What to produce -
Filter the entries below, keeping only lines with "results".

Records -

=====

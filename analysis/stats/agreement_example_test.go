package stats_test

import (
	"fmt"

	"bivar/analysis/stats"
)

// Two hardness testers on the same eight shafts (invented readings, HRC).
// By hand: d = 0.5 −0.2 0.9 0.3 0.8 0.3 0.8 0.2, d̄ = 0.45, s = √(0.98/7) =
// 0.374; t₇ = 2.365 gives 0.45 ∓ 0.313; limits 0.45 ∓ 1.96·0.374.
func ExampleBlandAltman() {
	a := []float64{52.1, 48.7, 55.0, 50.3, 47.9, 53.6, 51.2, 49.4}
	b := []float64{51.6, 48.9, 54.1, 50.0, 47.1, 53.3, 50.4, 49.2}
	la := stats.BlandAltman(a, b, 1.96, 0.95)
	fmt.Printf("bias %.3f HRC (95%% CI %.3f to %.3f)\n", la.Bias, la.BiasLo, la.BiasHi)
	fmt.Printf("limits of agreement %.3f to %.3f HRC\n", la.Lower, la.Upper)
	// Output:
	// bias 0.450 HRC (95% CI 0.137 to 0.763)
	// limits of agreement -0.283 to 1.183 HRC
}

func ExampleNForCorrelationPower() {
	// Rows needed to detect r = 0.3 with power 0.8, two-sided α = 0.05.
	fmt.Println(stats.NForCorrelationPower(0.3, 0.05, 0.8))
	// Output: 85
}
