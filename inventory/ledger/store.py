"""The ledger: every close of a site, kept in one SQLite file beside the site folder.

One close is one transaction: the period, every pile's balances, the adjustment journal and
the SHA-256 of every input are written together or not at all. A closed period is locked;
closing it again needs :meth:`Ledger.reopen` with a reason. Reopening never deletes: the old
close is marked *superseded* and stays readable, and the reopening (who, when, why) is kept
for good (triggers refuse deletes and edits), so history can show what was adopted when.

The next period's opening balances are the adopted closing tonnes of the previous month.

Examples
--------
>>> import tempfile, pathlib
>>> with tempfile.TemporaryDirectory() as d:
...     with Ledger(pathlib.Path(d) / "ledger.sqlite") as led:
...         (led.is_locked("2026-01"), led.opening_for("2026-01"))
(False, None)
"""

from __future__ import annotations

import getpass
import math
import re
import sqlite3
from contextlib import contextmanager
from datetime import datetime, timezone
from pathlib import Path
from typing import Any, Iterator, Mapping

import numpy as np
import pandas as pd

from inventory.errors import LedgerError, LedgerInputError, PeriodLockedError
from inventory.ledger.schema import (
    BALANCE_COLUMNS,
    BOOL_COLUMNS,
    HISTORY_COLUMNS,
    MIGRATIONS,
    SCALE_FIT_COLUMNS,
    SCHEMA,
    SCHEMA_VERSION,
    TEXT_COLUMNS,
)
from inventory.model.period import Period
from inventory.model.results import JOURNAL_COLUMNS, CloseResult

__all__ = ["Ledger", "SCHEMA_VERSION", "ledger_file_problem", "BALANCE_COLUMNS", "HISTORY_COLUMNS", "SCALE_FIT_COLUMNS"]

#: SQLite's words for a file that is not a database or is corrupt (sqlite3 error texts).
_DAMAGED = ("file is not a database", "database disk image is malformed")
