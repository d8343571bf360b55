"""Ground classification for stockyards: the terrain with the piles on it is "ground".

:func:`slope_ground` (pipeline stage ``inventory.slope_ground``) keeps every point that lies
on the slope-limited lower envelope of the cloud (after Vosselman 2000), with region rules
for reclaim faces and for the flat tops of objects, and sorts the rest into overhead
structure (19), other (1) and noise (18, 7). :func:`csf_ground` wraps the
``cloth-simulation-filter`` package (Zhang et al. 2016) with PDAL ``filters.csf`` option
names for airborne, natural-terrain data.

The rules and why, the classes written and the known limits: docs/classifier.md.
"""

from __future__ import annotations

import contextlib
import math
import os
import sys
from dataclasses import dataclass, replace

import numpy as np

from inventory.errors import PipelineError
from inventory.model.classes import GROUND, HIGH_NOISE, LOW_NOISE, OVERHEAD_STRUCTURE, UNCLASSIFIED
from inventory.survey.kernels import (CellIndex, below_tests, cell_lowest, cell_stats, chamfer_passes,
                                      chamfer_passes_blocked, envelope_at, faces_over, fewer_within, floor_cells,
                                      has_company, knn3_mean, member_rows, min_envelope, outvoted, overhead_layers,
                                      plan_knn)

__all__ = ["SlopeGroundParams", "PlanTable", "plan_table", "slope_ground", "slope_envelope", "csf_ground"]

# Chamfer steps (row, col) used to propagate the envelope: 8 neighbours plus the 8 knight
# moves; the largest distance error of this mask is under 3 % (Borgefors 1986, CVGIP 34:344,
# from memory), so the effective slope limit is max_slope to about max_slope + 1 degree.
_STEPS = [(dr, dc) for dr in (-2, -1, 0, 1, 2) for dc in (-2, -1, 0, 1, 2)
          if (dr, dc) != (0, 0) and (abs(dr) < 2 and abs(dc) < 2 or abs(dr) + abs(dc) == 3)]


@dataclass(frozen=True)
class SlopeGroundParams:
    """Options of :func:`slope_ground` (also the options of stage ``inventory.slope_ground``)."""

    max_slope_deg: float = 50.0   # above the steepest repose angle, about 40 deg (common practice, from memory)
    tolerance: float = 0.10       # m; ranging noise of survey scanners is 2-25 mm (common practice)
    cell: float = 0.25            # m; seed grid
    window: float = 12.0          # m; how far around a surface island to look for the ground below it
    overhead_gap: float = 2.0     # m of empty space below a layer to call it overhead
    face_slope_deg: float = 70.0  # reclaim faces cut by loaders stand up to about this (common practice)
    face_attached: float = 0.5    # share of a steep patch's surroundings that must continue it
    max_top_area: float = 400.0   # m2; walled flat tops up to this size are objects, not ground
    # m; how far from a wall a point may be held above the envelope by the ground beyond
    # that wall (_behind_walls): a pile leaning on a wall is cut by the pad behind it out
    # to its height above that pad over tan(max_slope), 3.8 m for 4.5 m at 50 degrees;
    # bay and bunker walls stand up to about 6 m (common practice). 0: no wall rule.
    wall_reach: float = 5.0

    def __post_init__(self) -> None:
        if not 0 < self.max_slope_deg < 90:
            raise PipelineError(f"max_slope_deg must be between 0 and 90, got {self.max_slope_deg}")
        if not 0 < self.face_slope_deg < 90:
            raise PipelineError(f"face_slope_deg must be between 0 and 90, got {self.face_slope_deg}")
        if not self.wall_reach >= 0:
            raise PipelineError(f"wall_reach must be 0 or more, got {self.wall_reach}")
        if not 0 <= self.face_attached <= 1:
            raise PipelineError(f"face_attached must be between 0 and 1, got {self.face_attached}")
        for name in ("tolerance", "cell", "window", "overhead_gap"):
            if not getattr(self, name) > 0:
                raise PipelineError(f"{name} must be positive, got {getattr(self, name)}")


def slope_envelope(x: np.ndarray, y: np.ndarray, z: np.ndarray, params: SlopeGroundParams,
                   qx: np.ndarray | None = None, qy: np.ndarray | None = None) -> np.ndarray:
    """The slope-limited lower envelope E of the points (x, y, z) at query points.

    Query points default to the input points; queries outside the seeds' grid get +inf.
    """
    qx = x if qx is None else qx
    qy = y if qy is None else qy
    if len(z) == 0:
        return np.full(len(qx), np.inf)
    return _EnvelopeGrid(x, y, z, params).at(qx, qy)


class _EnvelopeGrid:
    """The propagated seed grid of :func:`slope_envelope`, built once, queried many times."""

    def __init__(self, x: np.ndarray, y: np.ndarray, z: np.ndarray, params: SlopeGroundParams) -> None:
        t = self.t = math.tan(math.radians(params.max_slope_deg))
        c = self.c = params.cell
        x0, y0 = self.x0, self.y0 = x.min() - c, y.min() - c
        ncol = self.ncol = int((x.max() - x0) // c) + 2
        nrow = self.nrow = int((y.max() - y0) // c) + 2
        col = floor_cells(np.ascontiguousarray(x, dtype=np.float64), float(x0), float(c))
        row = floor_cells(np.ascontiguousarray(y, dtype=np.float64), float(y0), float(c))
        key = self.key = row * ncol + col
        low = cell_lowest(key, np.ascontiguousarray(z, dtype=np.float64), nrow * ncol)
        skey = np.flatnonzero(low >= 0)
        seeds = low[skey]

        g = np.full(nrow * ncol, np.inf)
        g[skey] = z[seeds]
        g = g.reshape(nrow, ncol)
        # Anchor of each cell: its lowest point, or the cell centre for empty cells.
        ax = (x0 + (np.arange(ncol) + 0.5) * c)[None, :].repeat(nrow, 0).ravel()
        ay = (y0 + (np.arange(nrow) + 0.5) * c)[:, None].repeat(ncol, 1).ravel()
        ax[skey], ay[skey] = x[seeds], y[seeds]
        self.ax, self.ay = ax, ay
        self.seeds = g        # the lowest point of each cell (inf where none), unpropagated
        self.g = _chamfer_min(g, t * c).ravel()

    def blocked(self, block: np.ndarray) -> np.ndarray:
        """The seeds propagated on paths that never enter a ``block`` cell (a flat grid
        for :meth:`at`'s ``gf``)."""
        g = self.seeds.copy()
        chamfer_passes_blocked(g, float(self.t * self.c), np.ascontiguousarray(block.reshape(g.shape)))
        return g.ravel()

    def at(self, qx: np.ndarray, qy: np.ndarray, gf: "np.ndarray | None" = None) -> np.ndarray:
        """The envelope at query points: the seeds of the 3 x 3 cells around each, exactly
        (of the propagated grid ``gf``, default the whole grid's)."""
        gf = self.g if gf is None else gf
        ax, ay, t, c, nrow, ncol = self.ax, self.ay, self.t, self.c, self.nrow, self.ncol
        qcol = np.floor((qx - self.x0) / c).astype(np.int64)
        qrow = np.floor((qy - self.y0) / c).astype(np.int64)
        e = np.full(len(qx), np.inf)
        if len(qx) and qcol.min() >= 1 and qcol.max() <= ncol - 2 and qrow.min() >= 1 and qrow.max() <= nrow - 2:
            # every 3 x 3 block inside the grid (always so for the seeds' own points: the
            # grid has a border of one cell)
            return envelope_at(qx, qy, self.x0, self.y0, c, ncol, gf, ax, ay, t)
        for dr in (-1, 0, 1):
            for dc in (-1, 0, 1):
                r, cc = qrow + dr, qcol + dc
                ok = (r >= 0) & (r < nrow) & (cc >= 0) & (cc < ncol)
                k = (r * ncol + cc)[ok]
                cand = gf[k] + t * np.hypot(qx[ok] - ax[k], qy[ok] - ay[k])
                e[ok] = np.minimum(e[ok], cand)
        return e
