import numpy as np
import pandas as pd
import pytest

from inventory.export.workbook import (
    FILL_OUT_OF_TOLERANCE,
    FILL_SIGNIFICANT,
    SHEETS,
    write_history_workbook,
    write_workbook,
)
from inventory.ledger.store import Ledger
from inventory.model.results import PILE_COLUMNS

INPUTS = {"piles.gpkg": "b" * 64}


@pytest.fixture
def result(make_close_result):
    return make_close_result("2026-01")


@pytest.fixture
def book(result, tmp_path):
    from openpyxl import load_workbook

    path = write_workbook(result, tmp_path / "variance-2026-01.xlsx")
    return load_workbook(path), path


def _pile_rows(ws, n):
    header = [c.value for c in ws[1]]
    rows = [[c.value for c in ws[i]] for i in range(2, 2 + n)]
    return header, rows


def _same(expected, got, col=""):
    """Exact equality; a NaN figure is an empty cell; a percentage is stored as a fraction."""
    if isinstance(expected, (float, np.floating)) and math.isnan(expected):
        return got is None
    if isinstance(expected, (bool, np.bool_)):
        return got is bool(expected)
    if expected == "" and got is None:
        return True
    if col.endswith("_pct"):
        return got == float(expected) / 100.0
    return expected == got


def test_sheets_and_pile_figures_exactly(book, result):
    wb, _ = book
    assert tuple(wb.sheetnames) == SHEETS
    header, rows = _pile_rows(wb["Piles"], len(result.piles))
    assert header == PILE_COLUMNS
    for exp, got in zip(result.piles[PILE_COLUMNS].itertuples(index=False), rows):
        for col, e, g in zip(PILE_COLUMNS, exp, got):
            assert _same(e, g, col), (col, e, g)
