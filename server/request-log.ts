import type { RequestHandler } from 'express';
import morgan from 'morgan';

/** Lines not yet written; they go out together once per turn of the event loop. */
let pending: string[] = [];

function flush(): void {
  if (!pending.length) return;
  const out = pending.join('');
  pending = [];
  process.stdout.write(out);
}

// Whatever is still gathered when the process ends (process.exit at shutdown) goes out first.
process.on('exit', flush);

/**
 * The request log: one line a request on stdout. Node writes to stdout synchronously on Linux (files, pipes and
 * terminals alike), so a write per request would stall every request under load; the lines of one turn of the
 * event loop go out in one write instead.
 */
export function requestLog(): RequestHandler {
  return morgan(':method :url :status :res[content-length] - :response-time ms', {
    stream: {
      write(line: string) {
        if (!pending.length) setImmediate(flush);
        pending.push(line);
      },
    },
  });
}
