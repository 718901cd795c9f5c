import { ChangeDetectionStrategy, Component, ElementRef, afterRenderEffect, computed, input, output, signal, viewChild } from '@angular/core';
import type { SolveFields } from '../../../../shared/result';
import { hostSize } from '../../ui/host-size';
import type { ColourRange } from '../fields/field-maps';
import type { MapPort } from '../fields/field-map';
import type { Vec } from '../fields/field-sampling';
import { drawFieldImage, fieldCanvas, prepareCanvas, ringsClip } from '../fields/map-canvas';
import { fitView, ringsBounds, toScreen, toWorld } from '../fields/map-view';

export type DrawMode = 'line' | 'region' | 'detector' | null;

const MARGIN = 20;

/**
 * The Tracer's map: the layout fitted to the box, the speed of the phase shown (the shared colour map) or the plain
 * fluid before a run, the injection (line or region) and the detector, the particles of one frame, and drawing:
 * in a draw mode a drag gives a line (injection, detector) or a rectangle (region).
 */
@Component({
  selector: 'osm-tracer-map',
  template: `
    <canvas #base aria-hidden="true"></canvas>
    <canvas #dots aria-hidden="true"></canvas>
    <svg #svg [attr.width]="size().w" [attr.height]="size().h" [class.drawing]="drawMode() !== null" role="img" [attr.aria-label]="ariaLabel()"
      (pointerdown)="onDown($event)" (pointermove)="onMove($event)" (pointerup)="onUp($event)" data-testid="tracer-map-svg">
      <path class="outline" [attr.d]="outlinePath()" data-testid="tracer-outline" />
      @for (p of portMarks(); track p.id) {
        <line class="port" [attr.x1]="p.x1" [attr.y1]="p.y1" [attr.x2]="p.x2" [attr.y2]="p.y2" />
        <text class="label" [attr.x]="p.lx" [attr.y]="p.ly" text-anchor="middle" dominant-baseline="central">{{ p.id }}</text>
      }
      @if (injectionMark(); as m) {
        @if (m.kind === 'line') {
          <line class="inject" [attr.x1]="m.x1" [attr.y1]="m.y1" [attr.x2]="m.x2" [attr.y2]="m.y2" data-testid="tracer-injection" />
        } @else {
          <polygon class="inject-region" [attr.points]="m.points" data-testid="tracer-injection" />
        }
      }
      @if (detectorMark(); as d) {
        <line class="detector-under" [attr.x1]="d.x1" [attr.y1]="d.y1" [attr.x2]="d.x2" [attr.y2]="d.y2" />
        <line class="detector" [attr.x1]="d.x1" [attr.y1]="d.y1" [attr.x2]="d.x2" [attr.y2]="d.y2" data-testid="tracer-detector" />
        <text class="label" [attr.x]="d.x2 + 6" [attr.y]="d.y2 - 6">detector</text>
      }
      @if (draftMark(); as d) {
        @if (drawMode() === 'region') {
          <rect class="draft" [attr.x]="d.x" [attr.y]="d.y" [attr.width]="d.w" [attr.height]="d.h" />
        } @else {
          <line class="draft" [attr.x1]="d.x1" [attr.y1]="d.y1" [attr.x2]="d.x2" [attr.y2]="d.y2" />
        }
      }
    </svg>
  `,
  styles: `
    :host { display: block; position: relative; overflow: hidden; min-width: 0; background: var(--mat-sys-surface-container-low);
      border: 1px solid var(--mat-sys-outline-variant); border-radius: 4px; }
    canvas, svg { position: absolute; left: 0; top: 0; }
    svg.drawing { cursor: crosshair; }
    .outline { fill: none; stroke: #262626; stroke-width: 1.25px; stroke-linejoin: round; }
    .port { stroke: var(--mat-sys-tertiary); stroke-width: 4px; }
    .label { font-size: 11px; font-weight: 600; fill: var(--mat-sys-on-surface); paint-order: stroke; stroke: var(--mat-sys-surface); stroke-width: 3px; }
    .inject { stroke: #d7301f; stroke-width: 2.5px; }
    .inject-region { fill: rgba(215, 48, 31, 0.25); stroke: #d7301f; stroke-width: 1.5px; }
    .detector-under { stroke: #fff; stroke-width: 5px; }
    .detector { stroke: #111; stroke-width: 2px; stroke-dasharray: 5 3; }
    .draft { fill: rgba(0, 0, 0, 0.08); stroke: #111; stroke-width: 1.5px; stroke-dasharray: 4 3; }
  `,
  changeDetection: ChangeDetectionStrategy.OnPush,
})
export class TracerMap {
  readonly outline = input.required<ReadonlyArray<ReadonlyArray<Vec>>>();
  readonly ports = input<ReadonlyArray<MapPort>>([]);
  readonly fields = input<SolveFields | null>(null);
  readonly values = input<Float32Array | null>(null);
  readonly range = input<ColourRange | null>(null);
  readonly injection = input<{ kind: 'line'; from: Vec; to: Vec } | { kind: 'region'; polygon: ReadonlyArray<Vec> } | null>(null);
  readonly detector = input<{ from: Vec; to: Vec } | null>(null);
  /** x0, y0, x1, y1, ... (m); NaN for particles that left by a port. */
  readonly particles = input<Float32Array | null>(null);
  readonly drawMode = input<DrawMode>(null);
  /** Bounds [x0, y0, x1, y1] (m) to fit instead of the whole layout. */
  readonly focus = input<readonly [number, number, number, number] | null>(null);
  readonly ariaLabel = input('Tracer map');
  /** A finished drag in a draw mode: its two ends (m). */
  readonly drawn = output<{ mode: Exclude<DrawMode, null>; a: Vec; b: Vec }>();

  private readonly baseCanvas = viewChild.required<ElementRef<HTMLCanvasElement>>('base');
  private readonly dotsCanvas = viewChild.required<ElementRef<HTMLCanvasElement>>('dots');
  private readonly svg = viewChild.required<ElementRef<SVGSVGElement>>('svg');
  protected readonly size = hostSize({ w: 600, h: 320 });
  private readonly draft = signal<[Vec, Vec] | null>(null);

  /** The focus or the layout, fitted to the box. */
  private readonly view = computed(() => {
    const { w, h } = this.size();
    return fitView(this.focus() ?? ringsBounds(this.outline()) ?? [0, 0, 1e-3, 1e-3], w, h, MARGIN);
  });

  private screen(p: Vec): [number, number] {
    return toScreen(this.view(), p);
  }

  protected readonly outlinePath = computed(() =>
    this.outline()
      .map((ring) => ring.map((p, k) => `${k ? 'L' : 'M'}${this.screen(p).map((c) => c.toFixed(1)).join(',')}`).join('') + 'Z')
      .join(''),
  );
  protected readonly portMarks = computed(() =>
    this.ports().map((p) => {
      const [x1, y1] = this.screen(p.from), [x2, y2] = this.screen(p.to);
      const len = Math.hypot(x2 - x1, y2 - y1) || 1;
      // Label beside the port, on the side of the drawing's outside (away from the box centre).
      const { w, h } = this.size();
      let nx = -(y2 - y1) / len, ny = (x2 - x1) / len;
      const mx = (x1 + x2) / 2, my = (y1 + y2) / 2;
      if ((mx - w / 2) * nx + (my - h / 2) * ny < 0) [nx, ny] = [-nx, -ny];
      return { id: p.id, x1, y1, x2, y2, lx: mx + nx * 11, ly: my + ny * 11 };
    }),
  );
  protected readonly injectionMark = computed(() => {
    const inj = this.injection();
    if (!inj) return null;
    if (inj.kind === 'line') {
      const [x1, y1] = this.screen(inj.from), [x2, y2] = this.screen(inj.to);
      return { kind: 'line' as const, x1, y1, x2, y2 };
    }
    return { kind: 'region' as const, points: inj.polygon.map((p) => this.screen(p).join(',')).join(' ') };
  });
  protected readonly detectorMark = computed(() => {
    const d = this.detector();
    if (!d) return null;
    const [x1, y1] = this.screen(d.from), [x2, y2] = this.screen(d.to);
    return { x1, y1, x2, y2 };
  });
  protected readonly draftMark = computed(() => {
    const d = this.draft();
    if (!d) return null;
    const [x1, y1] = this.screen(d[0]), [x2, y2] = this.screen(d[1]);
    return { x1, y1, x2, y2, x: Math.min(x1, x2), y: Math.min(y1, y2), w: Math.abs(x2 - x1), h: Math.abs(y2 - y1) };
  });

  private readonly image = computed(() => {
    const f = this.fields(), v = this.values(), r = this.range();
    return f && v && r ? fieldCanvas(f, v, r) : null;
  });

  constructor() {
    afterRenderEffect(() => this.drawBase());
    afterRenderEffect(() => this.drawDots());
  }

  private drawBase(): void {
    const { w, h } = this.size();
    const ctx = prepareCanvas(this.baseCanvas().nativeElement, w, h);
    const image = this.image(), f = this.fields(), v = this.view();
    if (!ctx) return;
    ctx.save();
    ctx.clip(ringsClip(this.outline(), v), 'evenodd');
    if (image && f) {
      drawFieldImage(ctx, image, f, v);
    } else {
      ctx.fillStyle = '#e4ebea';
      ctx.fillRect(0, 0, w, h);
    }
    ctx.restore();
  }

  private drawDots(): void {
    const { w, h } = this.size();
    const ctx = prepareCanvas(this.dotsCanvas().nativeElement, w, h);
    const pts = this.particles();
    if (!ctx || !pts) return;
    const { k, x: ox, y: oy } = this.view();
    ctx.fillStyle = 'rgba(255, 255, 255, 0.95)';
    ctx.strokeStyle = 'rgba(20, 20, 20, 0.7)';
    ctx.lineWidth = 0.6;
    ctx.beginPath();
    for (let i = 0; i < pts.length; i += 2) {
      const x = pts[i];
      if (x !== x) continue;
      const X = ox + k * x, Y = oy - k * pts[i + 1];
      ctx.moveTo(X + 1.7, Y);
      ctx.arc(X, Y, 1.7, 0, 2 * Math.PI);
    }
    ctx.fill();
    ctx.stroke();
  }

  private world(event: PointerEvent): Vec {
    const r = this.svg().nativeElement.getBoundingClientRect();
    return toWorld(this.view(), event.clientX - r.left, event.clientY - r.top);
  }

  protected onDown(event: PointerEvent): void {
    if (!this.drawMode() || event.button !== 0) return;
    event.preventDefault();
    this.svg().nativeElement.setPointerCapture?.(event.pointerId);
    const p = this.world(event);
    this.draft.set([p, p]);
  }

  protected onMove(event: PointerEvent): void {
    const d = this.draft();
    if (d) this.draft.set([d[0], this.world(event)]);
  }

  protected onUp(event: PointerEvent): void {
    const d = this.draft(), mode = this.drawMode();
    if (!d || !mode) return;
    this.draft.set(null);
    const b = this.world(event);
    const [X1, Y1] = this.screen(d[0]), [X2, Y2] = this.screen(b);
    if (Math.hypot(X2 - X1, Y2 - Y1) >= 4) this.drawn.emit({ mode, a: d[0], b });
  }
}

=====

Solution for this exercise -
from inventory.model.results import JOURNAL_COLUMNS, CloseResult
from inventory.model.results import PILE_COLUMNS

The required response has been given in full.